== WORK ORDER ==
Which lines in the data contain the word "calculatorsInNavOrder"? Please copy each of them.

== DATA RECORDS ==
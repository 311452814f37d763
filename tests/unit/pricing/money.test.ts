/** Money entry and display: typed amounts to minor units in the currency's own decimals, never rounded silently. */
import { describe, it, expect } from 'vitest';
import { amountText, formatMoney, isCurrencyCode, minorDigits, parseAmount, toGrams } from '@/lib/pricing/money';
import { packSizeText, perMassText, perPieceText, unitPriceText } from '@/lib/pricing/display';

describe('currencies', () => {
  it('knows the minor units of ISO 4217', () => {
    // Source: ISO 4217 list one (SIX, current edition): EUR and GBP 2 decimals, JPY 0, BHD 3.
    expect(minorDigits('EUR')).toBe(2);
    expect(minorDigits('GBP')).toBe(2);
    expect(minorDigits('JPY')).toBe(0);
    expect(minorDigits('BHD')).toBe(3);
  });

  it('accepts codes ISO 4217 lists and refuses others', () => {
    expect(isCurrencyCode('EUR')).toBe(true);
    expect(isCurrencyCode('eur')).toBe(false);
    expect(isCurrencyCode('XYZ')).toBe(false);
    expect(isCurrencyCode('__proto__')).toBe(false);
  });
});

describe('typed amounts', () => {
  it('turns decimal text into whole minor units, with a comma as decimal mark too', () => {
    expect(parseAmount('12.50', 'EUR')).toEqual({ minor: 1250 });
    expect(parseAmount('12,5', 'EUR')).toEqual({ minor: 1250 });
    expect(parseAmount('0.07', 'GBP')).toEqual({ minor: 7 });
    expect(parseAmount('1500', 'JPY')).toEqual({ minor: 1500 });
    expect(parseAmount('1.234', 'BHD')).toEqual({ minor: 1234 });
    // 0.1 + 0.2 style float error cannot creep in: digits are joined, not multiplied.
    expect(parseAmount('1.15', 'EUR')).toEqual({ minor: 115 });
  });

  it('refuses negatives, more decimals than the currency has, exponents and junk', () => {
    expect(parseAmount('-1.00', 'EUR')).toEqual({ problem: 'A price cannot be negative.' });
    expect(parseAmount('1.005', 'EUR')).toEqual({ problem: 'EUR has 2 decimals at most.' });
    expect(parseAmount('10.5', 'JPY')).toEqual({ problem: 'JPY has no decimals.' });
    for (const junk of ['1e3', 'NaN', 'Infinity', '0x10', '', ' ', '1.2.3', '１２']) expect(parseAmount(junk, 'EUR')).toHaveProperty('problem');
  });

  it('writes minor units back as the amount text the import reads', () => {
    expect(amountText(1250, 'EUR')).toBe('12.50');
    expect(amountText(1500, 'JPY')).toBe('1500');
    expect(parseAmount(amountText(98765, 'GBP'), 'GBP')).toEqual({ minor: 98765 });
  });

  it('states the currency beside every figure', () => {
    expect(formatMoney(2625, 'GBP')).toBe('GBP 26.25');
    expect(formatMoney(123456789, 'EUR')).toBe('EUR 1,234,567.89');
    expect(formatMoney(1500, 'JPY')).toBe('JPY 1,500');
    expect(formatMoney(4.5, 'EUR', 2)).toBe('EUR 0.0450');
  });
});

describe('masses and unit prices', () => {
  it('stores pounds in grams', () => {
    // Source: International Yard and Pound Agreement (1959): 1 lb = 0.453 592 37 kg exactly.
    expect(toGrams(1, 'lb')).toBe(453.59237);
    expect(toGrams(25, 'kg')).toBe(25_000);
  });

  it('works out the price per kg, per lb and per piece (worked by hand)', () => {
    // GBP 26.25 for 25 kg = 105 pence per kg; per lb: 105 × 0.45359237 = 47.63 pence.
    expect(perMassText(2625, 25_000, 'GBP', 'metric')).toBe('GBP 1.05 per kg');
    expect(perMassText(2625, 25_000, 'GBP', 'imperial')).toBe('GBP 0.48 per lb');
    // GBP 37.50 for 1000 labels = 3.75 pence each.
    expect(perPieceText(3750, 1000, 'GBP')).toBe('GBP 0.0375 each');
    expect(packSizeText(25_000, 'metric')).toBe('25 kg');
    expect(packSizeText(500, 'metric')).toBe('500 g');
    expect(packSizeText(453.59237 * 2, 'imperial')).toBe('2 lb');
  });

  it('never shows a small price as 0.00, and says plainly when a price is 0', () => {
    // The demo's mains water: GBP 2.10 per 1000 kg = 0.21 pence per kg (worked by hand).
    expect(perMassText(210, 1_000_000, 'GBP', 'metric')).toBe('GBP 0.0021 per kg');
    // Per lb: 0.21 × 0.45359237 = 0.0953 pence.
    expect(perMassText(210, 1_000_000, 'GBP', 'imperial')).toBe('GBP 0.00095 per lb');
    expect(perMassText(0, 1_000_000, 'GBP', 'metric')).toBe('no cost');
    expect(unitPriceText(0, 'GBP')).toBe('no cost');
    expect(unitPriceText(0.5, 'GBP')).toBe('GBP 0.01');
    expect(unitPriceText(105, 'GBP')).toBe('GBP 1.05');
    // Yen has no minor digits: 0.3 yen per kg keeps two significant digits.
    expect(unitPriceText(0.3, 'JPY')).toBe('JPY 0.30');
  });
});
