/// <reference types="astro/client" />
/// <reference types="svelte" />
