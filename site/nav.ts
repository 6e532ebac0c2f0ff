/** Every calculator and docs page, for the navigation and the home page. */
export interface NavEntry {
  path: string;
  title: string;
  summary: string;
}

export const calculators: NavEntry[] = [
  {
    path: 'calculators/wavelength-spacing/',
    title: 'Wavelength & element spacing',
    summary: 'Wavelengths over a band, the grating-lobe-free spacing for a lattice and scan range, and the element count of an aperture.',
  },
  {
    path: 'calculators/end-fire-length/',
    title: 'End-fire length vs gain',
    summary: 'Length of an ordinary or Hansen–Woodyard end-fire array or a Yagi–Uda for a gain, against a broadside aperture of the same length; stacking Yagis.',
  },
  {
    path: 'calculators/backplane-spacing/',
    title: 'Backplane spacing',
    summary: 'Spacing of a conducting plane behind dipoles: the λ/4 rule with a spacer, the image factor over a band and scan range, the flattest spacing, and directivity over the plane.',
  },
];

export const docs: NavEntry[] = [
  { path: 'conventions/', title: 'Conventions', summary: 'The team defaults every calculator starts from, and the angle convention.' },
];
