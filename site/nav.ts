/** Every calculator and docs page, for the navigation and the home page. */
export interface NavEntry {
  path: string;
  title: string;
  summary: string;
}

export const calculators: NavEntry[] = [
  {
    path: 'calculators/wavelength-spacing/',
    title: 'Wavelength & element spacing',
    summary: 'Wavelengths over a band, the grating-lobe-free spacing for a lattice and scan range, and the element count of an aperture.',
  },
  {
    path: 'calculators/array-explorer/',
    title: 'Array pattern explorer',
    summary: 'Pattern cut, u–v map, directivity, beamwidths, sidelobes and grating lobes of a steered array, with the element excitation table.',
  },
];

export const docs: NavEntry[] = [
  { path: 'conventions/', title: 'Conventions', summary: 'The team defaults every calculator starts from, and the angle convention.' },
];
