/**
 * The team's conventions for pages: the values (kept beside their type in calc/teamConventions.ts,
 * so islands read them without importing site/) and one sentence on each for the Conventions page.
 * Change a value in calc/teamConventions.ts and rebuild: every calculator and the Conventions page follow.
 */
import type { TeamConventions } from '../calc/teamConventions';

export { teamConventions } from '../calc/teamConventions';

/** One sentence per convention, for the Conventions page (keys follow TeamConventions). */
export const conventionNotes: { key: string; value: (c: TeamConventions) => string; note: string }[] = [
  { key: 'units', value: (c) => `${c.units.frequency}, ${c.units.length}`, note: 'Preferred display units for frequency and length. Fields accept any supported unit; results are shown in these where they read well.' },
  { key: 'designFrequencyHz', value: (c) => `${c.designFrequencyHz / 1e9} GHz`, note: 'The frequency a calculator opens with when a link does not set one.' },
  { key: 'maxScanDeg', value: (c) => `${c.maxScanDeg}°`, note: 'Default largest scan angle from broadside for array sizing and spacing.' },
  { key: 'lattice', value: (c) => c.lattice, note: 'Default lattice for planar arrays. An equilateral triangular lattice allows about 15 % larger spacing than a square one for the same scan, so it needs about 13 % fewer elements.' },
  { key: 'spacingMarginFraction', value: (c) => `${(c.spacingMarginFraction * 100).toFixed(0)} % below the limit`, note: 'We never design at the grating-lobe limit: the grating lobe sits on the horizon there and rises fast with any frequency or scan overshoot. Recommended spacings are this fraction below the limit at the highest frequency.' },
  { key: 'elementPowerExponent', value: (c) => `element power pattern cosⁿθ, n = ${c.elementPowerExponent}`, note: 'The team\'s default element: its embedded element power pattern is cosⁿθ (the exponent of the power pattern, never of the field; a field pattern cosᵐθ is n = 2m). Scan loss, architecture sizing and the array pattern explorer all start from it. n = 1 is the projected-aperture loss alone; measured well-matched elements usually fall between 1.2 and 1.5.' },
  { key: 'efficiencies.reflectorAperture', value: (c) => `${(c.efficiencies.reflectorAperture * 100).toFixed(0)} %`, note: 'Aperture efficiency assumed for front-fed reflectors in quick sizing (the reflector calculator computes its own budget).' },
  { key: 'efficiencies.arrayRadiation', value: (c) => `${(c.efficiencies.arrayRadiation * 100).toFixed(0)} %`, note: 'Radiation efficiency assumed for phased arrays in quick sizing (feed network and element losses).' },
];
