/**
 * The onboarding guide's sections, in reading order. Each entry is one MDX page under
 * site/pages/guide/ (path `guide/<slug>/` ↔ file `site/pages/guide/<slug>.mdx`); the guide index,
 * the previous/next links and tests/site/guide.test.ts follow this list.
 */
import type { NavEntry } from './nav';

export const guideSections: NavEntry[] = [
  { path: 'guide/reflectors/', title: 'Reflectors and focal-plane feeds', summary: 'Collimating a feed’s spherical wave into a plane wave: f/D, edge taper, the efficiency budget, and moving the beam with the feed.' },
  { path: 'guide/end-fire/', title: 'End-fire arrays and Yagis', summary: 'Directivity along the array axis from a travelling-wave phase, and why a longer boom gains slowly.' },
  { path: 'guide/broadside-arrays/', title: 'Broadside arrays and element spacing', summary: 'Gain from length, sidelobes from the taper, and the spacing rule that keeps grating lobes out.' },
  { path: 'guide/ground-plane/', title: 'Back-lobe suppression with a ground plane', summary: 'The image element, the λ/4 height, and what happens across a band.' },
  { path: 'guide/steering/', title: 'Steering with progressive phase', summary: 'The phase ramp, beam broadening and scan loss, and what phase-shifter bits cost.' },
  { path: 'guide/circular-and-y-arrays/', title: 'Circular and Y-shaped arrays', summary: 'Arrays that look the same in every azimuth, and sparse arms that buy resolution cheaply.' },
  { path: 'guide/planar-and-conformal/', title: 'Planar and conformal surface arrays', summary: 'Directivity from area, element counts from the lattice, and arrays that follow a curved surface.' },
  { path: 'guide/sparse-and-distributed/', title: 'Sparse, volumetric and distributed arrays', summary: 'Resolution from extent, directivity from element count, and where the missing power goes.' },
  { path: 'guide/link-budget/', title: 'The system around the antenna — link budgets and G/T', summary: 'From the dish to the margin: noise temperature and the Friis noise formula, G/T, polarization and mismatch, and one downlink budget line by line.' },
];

---

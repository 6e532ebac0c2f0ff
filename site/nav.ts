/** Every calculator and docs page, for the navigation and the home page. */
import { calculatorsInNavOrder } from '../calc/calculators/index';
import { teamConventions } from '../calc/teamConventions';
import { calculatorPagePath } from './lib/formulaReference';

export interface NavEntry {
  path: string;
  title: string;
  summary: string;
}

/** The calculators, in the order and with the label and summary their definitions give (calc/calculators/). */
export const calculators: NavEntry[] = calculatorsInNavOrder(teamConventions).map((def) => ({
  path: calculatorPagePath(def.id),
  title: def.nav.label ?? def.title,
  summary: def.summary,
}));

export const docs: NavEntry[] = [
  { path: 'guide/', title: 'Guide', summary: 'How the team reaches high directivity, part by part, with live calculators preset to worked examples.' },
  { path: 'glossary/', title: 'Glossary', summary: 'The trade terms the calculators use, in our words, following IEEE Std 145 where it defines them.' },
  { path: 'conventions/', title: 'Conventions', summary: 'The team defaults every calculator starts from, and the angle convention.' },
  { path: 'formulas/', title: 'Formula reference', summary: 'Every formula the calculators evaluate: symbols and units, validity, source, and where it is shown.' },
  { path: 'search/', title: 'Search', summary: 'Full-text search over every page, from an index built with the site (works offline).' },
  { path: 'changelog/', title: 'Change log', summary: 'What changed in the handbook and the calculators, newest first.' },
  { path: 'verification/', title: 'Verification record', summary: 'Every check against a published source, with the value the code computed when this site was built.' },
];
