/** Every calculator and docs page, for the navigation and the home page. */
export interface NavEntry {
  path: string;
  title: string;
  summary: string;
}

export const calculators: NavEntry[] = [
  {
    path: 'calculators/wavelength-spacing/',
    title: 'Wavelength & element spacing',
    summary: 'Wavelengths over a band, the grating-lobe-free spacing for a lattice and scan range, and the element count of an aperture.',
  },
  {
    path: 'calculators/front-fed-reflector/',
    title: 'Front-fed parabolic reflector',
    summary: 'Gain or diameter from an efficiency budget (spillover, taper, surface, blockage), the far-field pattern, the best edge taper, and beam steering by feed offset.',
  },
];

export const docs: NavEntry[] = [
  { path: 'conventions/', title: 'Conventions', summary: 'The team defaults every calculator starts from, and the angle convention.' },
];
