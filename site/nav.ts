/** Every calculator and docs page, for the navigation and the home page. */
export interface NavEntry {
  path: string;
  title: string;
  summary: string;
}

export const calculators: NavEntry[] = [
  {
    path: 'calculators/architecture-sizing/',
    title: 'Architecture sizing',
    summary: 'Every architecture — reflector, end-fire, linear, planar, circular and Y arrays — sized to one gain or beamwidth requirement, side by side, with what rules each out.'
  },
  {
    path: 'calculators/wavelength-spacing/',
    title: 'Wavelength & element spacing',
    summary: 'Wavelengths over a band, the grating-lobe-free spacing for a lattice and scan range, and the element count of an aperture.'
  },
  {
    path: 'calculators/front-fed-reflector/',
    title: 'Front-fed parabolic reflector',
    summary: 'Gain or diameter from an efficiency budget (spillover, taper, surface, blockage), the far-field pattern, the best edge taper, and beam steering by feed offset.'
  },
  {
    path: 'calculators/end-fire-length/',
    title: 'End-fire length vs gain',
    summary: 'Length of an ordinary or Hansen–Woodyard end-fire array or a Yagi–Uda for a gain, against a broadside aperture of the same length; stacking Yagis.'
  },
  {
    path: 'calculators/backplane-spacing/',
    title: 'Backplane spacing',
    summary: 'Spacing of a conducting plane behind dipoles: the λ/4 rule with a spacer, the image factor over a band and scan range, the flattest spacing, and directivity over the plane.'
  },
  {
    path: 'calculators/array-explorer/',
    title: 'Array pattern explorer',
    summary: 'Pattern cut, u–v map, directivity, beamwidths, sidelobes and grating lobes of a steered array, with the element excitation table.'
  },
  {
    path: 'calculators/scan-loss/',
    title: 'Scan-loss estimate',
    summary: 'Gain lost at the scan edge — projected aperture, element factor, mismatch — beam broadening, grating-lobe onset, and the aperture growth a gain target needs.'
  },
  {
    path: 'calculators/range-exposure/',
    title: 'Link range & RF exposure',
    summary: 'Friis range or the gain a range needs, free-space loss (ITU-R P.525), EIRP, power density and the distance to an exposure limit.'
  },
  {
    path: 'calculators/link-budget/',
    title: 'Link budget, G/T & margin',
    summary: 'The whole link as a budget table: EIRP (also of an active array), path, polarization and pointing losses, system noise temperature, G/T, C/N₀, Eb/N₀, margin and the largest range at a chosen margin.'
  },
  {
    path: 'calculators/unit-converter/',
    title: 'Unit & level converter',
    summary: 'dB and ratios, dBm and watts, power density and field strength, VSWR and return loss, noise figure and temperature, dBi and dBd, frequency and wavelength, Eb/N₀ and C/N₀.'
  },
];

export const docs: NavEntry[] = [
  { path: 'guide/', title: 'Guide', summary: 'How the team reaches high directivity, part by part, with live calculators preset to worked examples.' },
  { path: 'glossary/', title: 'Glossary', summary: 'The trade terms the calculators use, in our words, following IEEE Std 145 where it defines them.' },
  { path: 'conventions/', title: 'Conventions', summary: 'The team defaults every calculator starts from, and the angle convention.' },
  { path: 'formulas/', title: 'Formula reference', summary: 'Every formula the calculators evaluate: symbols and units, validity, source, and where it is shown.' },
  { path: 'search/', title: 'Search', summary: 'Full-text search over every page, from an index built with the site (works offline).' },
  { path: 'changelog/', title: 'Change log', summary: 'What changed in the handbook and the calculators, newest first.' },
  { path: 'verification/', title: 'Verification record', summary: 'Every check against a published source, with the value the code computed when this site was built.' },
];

...

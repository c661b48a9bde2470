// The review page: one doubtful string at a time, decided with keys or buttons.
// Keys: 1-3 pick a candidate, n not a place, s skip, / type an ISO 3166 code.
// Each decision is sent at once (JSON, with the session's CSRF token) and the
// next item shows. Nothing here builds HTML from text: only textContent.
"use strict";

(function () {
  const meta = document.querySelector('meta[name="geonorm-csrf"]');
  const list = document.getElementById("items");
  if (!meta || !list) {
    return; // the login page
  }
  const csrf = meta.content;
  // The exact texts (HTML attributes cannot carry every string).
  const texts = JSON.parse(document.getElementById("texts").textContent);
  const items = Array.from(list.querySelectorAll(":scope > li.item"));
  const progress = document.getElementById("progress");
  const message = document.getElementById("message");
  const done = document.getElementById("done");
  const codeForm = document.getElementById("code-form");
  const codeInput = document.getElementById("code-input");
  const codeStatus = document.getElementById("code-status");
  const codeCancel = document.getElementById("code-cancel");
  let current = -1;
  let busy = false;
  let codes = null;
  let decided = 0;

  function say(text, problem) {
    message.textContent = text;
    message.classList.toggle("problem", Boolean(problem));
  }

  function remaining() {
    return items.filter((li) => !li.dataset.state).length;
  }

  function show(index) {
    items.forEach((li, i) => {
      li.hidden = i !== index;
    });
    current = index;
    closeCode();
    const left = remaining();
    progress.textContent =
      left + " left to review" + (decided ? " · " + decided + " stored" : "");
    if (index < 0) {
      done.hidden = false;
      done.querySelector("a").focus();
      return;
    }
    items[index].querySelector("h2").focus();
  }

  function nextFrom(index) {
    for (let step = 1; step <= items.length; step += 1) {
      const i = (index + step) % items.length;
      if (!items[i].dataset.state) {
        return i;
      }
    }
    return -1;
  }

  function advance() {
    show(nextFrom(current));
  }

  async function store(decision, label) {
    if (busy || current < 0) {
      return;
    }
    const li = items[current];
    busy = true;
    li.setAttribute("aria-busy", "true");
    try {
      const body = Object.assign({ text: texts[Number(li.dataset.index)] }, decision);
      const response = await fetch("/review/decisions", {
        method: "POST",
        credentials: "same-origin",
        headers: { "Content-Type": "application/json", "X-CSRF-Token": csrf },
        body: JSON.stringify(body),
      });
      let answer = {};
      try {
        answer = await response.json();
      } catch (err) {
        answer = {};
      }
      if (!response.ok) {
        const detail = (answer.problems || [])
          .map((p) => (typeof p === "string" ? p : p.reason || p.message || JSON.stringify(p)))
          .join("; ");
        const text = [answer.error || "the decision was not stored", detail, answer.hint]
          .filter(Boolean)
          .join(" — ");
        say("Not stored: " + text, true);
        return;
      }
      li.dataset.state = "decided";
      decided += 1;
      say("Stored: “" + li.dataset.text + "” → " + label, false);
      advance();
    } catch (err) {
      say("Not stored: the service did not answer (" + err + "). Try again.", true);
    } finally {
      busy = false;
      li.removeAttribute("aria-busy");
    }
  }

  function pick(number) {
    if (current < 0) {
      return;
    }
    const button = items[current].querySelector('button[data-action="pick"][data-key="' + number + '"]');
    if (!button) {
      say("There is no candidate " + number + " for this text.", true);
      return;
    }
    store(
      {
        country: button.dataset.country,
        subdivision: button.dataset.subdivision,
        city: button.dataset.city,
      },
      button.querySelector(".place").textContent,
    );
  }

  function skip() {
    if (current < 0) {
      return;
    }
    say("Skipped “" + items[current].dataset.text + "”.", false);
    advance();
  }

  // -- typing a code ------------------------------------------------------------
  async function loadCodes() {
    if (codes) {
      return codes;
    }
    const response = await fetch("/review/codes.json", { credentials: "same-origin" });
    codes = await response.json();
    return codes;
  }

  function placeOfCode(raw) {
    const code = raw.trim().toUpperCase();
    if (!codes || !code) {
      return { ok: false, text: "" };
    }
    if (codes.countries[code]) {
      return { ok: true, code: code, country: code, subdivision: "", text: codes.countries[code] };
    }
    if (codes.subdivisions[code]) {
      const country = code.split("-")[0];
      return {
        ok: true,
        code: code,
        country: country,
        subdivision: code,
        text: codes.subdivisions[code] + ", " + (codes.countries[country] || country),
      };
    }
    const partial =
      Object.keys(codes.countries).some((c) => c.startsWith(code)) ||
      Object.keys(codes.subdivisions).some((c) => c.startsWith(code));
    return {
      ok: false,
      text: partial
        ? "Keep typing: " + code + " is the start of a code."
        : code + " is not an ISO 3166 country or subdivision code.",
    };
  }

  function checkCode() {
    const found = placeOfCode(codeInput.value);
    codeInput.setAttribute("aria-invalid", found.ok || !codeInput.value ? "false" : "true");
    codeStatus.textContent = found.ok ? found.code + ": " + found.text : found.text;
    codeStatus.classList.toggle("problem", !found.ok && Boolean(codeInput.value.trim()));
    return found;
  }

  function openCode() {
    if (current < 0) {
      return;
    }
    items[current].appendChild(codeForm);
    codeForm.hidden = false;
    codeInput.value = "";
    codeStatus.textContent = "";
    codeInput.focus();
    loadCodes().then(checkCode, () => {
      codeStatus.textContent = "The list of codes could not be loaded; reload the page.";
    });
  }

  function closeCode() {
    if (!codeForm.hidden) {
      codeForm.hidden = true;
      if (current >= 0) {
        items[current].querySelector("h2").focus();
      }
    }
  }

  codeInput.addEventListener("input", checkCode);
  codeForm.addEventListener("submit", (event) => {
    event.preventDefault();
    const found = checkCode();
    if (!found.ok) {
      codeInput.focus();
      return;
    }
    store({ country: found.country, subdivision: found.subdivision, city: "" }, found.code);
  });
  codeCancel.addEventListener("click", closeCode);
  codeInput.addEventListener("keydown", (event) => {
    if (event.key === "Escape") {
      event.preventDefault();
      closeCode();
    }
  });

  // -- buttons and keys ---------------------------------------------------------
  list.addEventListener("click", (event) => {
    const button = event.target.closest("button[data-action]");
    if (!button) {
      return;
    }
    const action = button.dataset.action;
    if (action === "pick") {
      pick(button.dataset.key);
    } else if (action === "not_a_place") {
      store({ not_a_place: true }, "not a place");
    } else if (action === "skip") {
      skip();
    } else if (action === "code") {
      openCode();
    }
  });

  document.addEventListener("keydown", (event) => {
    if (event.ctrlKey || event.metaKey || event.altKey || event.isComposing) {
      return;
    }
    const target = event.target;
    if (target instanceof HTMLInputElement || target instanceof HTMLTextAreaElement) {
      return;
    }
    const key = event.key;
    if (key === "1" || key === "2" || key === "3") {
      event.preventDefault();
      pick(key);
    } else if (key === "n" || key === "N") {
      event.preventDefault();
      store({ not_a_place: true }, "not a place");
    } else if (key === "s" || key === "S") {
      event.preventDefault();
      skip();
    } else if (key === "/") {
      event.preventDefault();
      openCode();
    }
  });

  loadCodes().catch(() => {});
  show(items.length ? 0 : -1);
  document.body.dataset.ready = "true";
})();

== TASK SOLUTION ==
import { calculatorsInNavOrder } from '../calc/calculators/index';
export const calculators: NavEntry[] = calculatorsInNavOrder(teamConventions).map((def) => ({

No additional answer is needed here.